### EXERCISE DETAILS
If a line in the entries below holds the string "ArpaModel", copy it.

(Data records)
------------------------------------------------
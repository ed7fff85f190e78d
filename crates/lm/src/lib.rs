//! N-gram language models for the decoder: counting, smoothing, ARPA reading and writing,
//! fast state-based querying, perplexity, mixing and pruning.
//!
//! # Key design decision
//!
//! Estimation and querying are separate. [`NgramCounts`] and [`estimate`] compute an interpolated
//! model (modified Kneser-Ney by default, after Chen & Goodman 1998) and fold it into back-off
//! form, the form the ARPA file stores. The decoder only ever sees [`ArpaModel`]: a hash table
//! per order keyed by (prefix n-gram index, word), so that one query is a few probes, and a small
//! `Copy` state ([`LmState`]) per hypothesis instead of a word history. Whatever the smoothing, a
//! model read from disk and a freshly estimated one behave identically.
//!
//! # Example
//!
//! ```
//! use isogloss_lm::ArpaModel;
//!
//! let text = "\\data\\\nngram 1=3\nngram 2=2\n\n\\1-grams:\n-99\t<s>\t-0.3\n-0.3\thello\t-0.2\n\
//!             -0.3\t</s>\n\n\\2-grams:\n-0.1\t<s> hello\n-0.2\thello </s>\n\n\\end\\\n";
//! let model = ArpaModel::read_from(text.as_bytes(), "inline.arpa").unwrap();
//! let hello = model.word_index("hello").unwrap();
//! let (log10_hello, state) = model.score(&model.sentence_start(), hello);
//! assert!((log10_hello - -0.1).abs() < 1e-6);
//! assert!((model.sentence_end(&state) - -0.2).abs() < 1e-6);
//! ```
#![deny(missing_docs)]

mod arpa;
mod error;
mod model;

pub use error::LmError;
pub use model::{
    ArpaModel, LmState, WordIndex, MAX_ENTRIES_PER_ORDER, MAX_ORDER, SENTENCE_END, SENTENCE_START,
    UNKNOWN_WORD,
};

#[cfg(test)]
mod tests_arpa;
------------------------------------------------
### EXERCISE SOLUTION
//! form, the form the ARPA file stores. The decoder only ever sees [`ArpaModel`]: a hash table
//! use isogloss_lm::ArpaModel;
//! let model = ArpaModel::read_from(text.as_bytes(), "inline.arpa").unwrap();
    ArpaModel, LmState, WordIndex, MAX_ENTRIES_PER_ORDER, MAX_ORDER, SENTENCE_END, SENTENCE_START,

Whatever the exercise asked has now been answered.